The Data Engineer Senior is responsible for performing advanced data engineering work using Python and related tools. The incumbent will support creating reliable pipelines, combine data sources, architect data stores, assist in architecting distributed systems and support data management platforms. This position will proactively work with the Data Engineering Team, Data Architect Team, IT staff, and agency employees.
This is a Hybrid position and requires 2 days of onsite work a week conducted at our TRS office in Austin TX
WHAT WILL YOU DO:
Data Engineering
• Develop and maintain data pipelines and ETL processes using Python.
• Design, develop, and implement Python applications to support business requirements.
• Design and implement scalable data processing solutions to handle large volumes of data.
• Leads collaboration with analysts, and other stakeholders to understand data requirements and develop solutions to support their needs.
• Incorporate external data sources and APIs to enrich and expand the organization's data assets.
• Utilize extensive knowledge of Python, SQL, and REST APIs to improve current applications and build new ones.
• Drive bug fixing and improve application performance.
• Develop solutions using data science techniques and tools.
• Ensure data security, privacy, and compliance with regulations by applying data engineering best practices.
• Develop and maintain data documentation, including data dictionaries, data lineage, and metadata management.
• Continuously discover, evaluate, and implement new technologies to maximize development efficiency.
• Leverage version control systems such as Git to manage the codebase.
• Adheres to established practices for data pipeline continuous integration and continuous delivery (CI/CD) processes.
• Collaborates in the identification and integration of potential new data sources.
• Performs related work as assigned.
WHAT WILL YOU BRING:
Required Education
• Bachelor’s degree from an accredited four-year college or university in computer science, software engineering, information technology, data analytics, or a related field.
• High school diploma or equivalent and additional full-time experience in data analytics python programming, building data pipelines, using analytics and ETL tools may substitute for the required education on an equivalent year-for-year basis.
Required Experience
• Five (5) years of full-time directly related, progressively responsible experience in data analytics, building data pipelines, using analytics and ETL tools, or related experience.
• Two (2) years of full-time directly related, progressively responsible experience with Python programming, including hands-on management of Python libraries and environments in support of Python projects.
• Experience may be concurrent.
• A master's degree or doctoral degree in a closely related field may be substituted on an equivalent year-for-year basis.
Preferred Qualifications
• Expert-level development skills in Python.
• Experience working with architects to design data warehouses, data lakes, data pipelines; warehouse, and pipeline operations (Azure Data Factory, Synapse and Databricks)
• A proven track record of architecting complex systems to work efficiently and reliably in mission- critical applications.

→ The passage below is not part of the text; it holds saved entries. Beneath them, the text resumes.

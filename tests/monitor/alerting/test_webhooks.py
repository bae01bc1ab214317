"""Webhooks: signed JSON calls checked by an independent receiver (stdlib ``hmac``), replays and
tampering refused by the documented recipe, retries with the same event id, every attempt recorded."""

from __future__ import annotations

import datetime as dt
import json
import time
from pathlib import Path

import pytest
import requests
from sqlalchemy import insert, select

from monitor.alerting.caution import CAUTION
from monitor.alerting.notify import send_due
from monitor.alerting.outbox import attempts_of
from monitor.alerting.rules import evaluate_run
from monitor.alerting.subscriptions import sync_from_config
from monitor.alerting.transports import WebhookTransport
from monitor.alerting.webhooks import WebhookVerificationError, verify
from monitor.config import ConfigError, parse_config
from monitor.store.db import open_store
from monitor.store.schema import forecast_runs, forecast_values, outbox, water_bodies
from tests.monitor.receivers import WebhookReceiver, free_port

T0 = dt.datetime(2026, 8, 1, 7, 0, tzinfo=dt.UTC)
SECRET = "utility-shared-secret-0123456789"


def make_config(tmp_path, hooks):
    return parse_config({
        "service": {"database": f"sqlite:///{tmp_path / 'hooks.sqlite'}", "base_url": "https://lakes.example.org"},
        "water_bodies": [{"id": "hollin", "name": "Hollin Mere", "use": "drinking-water", "alerts": {"horizon_days": 2},
                          "basins": [{"id": "arm", "name": "Reed Arm", "volume_m3": 1e6, "mean_depth_m": 4.0,
                                      "area_m2": 2.5e5}]}],
        "subscribers": [{"name": "Gil", "email": "gil@hollin.example", "water_bodies": ["hollin"]}],
        "webhooks": hooks,
    })


@pytest.fixture
def receivers():
    started = []

    def start(**kwargs):
        r = WebhookReceiver(SECRET, **kwargs)
        started.append(r)
        return r

    yield start
    for r in started:
        r.close()


def raise_alert(tmp_path, hooks):
    """A stored run whose level-1 probability fires, evaluated: one alert event queued to everyone."""
    cfg = make_config(tmp_path, hooks)
    engine = open_store(cfg.service.database_url)
    with engine.begin() as conn:
        conn.execute(insert(water_bodies).values(id="hollin", name="Hollin Mere", use="drinking-water",
                                                 timezone="UTC", framework="who-1999-drinking-water"))
    sync_from_config(engine, cfg, T0)
    with engine.begin() as conn:
        run = conn.execute(insert(forecast_runs).values(water_body_id="hollin", analysis_utc=T0, created_at=T0,
                                                        status="ok", message="")).inserted_primary_key[0]
        conn.execute(insert(forecast_values), [
            dict(run_id=run, basin_id="arm", valid_utc=T0 + dt.timedelta(days=k), quantity="cyanobacteria_chlorophyll",
                 statistic="p_level_1", value=p) for k, p in enumerate([0.3, 0.6, 0.9])])
    (event,) = evaluate_run(engine, cfg, "hollin", run, {"arm": 0.4}, now=T0)
    return cfg, engine, event


def hook(name, url, **extra):
    return {"name": name, "url": url, "secret": SECRET, **extra}


def test_an_alert_change_reaches_the_webhook_signed_and_with_the_caution(tmp_path, receivers):
    receiver = receivers()
    cfg, engine, event = raise_alert(tmp_path, [hook("utility", receiver.url)])
    assert (event["emails"], event["webhooks"]) == (1, 1)
    assert send_due(engine, WebhookTransport(cfg.webhooks), T0, channel="webhook").sent == 1
    (request,) = receiver.requests
    assert (request["status"], request["reason"]) == (200, "processed")  # the independent check passed
    payload = json.loads(request["body"])
    assert payload["type"] == "alert.changed" == request["headers"]["X-Bloomline-Event-Type"]
    assert payload["id"] == request["headers"]["X-Bloomline-Event-Id"]
    assert (payload["from_level"], payload["to_level"], payload["basin"]["id"]) == (0, 1, "arm")
    assert payload["probability"] == pytest.approx(0.9) and payload["caution"] == CAUTION
    assert payload["links"]["forecast"] == "https://lakes.example.org/api/v1/water-bodies/hollin/forecast"
    assert request["headers"]["X-Bloomline-Delivery-Attempt"] == "1"
    engine.dispose()


def test_a_tampered_body_and_a_replay_outside_the_window_are_refused(tmp_path, receivers):
    receiver = receivers()
    cfg, engine, _ = raise_alert(tmp_path, [hook("utility", receiver.url)])
    send_due(engine, WebhookTransport(cfg.webhooks), T0, channel="webhook")
    (genuine,) = receiver.requests
    headers, body = genuine["headers"], genuine["body"]
    forward = {k: v for k, v in headers.items() if k.startswith("X-Bloomline") or k == "Content-Type"}
    tampered = body.replace(b'"to_level":1', b'"to_level":0')
    assert tampered != body
    assert requests.post(receiver.url, data=tampered, headers=forward, timeout=5).status_code == 401
    assert receiver.requests[-1]["reason"] == "signature does not match"
    # the same bytes again within the window: genuine, recognised as already processed
    again = requests.post(receiver.url, data=body, headers=forward, timeout=5)
    assert (again.status_code, again.text) == (200, "duplicate")
    # the same bytes replayed after the five-minute window: refused by the timestamp check
    status, reason = receiver.handle(headers, body, now=int(headers["X-Bloomline-Timestamp"]) + 301)
    assert (status, reason) == (401, "timestamp outside the replay window")
    assert len(receiver.processed) == 1
    engine.dispose()


def test_bloomlines_own_verify_agrees_with_the_independent_recipe(tmp_path, receivers):
    receiver = receivers()
    cfg, engine, _ = raise_alert(tmp_path, [hook("utility", receiver.url)])
    send_due(engine, WebhookTransport(cfg.webhooks), T0, channel="webhook")
    (genuine,) = receiver.requests
    headers, body = genuine["headers"], genuine["body"]
    ts = int(headers["X-Bloomline-Timestamp"])
    assert verify(SECRET, headers, body, now=ts + 10) == headers["X-Bloomline-Event-Id"]
    with pytest.raises(WebhookVerificationError, match="signature does not match"):
        verify(SECRET, headers, body + b" ", now=ts)
    with pytest.raises(WebhookVerificationError, match="replay window"):
        verify(SECRET, headers, body, now=ts + 301)
    with pytest.raises(WebhookVerificationError, match="signature does not match"):
        verify("another-secret-of-enough-length", headers, body, now=ts)
    engine.dispose()


def test_a_failing_receiver_gets_retries_with_the_same_event_id_and_every_attempt_is_recorded(tmp_path, receivers):
    receiver = receivers(fail_first=2)
    cfg, engine, _ = raise_alert(tmp_path, [hook("utility", receiver.url)])
    transport, now = WebhookTransport(cfg.webhooks), T0
    results = []
    for _ in range(3):
        results.append(send_due(engine, transport, now, channel="webhook", owner="host:7"))
        with engine.connect() as conn:
            row = conn.execute(select(outbox).where(outbox.c.channel == "webhook")).one()
        now = row.next_attempt_at
    assert [(s.sent, s.failed) for s in results] == [(0, 1), (0, 1), (1, 0)]
    ids = {r["headers"]["X-Bloomline-Event-Id"] for r in receiver.requests}
    assert ids == {row.message_key}
    assert [r["headers"]["X-Bloomline-Delivery-Attempt"] for r in receiver.requests] == ["1", "2", "3"]
    assert [r["status"] for r in receiver.requests] == [500, 500, 200]
    recorded = attempts_of(engine, row.id)
    assert [(a["attempt"], a["outcome"]) for a in recorded] == [(1, "failed"), (2, "failed"), (3, "accepted")]
    assert "HTTP 500" in recorded[0]["detail"] and recorded[2]["detail"] == "HTTP 200"
    engine.dispose()


def test_an_unreachable_webhook_does_not_hold_up_another(tmp_path, receivers):
    receiver = receivers()
    nobody = f"http://127.0.0.1:{free_port()}/hook"
    cfg, engine, _ = raise_alert(tmp_path, [hook("gone", nobody, timeout_s=1.0), hook("utility", receiver.url)])
    started = time.monotonic()
    summary = send_due(engine, WebhookTransport(cfg.webhooks), T0, channel="webhook")
    assert (summary.sent, summary.failed) == (1, 1)
    assert time.monotonic() - started < 5
    assert len(receiver.processed) == 1
    engine.dispose()


def test_webhooks_follow_the_water_bodies_and_levels_they_ask_for(tmp_path, receivers):
    receiver = receivers()
    hooks = [hook("all", receiver.url), hook("level-two", receiver.url, min_level=2),
             hook("forecasts-only", receiver.url, events=["forecast"]),
             hook("elsewhere", receiver.url, water_bodies=["hollin"], events=["alert"])]
    _cfg, engine, event = raise_alert(tmp_path, hooks)
    with engine.connect() as conn:
        names = sorted(conn.execute(select(outbox.c.recipient).where(outbox.c.channel == "webhook")).scalars())
    assert event["webhooks"] == 2 and names == ["all", "elsewhere"]
    engine.dispose()


@pytest.mark.parametrize(("change", "message"), [
    ({"secret": "short"}, "a signing secret of at least 16 characters is required"),
    ({"name": "has space"}, "expected 1–64 letters, digits"),
    ({"url": "ftp://x"}, "expected an http:// or https:// URL"),
    ({"events": ["alert", "gossip"]}, "expected a list of alert, forecast"),
    ({"water_bodies": ["nowhere"]}, "unknown water body 'nowhere'"),
])
def test_a_webhook_config_is_checked_at_load(tmp_path, change, message):
    with pytest.raises(ConfigError, match=message):
        make_config(tmp_path, [{**hook("utility", "https://utility.example.org/hook"), **change}])


def _readme_verify():
    """The ``verify`` function of README.md's "Webhooks" section, exactly as documented."""
    readme = (Path(__file__).resolve().parents[3] / "README.md").read_text(encoding="utf-8")
    section = readme.split("## Webhooks", 1)[1].split("\n## ", 1)[0]
    code = section.split("```python\n", 1)[1].split("```", 1)[0]
    namespace: dict = {}
    exec(compile(code, "README.md", "exec"), namespace)  # the documented recipe itself
    return namespace["verify"]


def test_the_readme_recipe_accepts_a_genuine_request_and_refuses_tampering(tmp_path, receivers):
    receiver = receivers()
    cfg, engine, _ = raise_alert(tmp_path, [hook("utility", receiver.url)])
    send_due(engine, WebhookTransport(cfg.webhooks), T0, channel="webhook")
    (genuine,) = receiver.requests
    verify_doc = _readme_verify()
    assert verify_doc(SECRET.encode(), genuine["headers"], genuine["body"]) is True
    assert verify_doc(SECRET.encode(), genuine["headers"], genuine["body"] + b"\n") is False
    stale = dict(genuine["headers"], **{"X-Bloomline-Timestamp": str(int(time.time()) - 301)})
    assert verify_doc(SECRET.encode(), stale, genuine["body"]) is False
    engine.dispose()
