"""Filter checkpoints: ensemble, parameters, random state and time, to bytes and back.

Byte layout (Bloomline's own, version 1): the 8 bytes ``b"BLCKPT01"``, the
length of a UTF-8 JSON header as an unsigned 64-bit little-endian integer,
the header (time, names, ensemble shape, random-generator state), then the
ensemble as little-endian float64 in row-major order. Floats in the header
are written with ``repr`` (shortest round-trip form) and the generator state
as exact integers, so ``from_bytes(to_bytes(c))`` restores every bit and a
resumed run equals one that never stopped.
"""
from __future__ import annotations

import json
import struct
from dataclasses import dataclass, field

import numpy as np

MAGIC = b"BLCKPT01"


@dataclass(eq=False)
class Checkpoint:
    """The filter's memory between cycles.

    time_d [epoch days]; ensemble (M, n_aug) in physical units (state µg/L,
    then augmented parameters, see ``names``); names (n_aug,) one per column;
    rng_state: ``numpy.random.Generator.bit_generator.state`` of the
    generator the next cycle draws from.
    """

    time_d: float
    ensemble: np.ndarray
    names: tuple[str, ...]
    rng_state: dict = field(default_factory=dict)

    def __post_init__(self):
        self.ensemble = np.asarray(self.ensemble, dtype=float)
        self.names = tuple(str(n) for n in self.names)
        self.time_d = float(self.time_d)
        if self.ensemble.ndim != 2 or self.ensemble.shape[1] != len(self.names):
            raise ValueError(f"checkpoint ensemble must be (M, {len(self.names)}) to match names, "
                             f"got {self.ensemble.shape}")

    @property
    def members(self) -> int:
        return int(self.ensemble.shape[0])

    def rng(self) -> np.random.Generator:
        """A generator restored from ``rng_state`` (same bit generator type)."""
        name = self.rng_state["bit_generator"]
        bit_gen = getattr(np.random, name)()
        bit_gen.state = self.rng_state
        return np.random.Generator(bit_gen)

    def to_bytes(self) -> bytes:
        header = json.dumps({
            "time_d": self.time_d,
            "names": list(self.names),
            "shape": list(self.ensemble.shape),
            "rng_state": self.rng_state,
        }, sort_keys=True).encode("utf-8")
        body = np.ascontiguousarray(self.ensemble, dtype="<f8").tobytes()
        return MAGIC + struct.pack("<Q", len(header)) + header + body

    @classmethod
    def from_bytes(cls, data: bytes) -> Checkpoint:
        data = bytes(data)
        if data[:8] != MAGIC or len(data) < 16:
            raise ValueError("not a Bloomline checkpoint (bad magic bytes)")
        (n_header,) = struct.unpack("<Q", data[8:16])
        header = json.loads(data[16:16 + n_header].decode("utf-8"))
        shape = tuple(header["shape"])
        body = data[16 + n_header:]
        if len(body) != 8 * shape[0] * shape[1]:
            raise ValueError(f"checkpoint body has {len(body)} bytes, expected {8 * shape[0] * shape[1]}")
        ensemble = np.frombuffer(body, dtype="<f8").reshape(shape).astype(float)
        return cls(time_d=header["time_d"], ensemble=ensemble, names=tuple(header["names"]),
                   rng_state=header["rng_state"])

    def equals(self, other: Checkpoint) -> bool:
        """Bit-for-bit equality of time, names, ensemble and random state."""
        return (self.time_d == other.time_d and self.names == other.names
                and self.ensemble.shape == other.ensemble.shape
                and self.ensemble.tobytes() == other.ensemble.tobytes()
                and self.rng_state == other.rng_state)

• Experience with quantitative research processes, methodologies, and tools is a plus.
• Experience with Financial Data.
• Experience with constraint optimization.
• Experience building complex data pipelines / ETL.
• Experience with GraphQL.
Knowledge, Skills, and Abilities
Knowledge of:
• Data management disciplines: data architecture, data warehousing, data integration and interoperability, data modeling (including dimensional), and data storage and operations.
• Process management, and metrics management.
• Commonly used data and analytics technologies (i.e. Azure Synapse Analytics, SQL Server, etc.)
• Relational and non-relational data structures, theories, principles, and practices.
• Metadata management and associated processes.
• Web services (REST, SOAP, XML, WSDL, JSON).
• Python programming, application frameworks (Django, Flask, Pyramid, Tornado), testing, and code analysis tools (Pytest, Pylint).
• ETL Tool (SSIS, Talend, Informatica).
• Agile development & DevOps approach to maintaining pipelines and databases.
Skills in:
• Using technical and statistical analysis to deliver clear, concise, and visually appealing management metrics and reports to inform decision making and actions.
• Writing report queries, including an understanding of relational databases.
• Completing detailed work with a high degree of accuracy.
• Planning, organizing, and prioritizing work assignments to manage a high-volume workload in a fast-paced and changing environment.
• Using a computer in a Windows environment with Microsoft Office word processing, spreadsheet, and other business software.
• Effective written and verbal communications, including explaining complex information to others in an understandable manner, and writing clear and precise policies, procedures, and training or other materials.
Ability to:
• Operate effectively in a fast-paced environment with competing and shifting priorities.
• Continually learn new concepts and tools to support job needs, and strive for ongoing professional development.
• Establish and maintain harmonious working relationships with co-workers, agency staff, and external contacts.
• Work effectively in a professional team environment.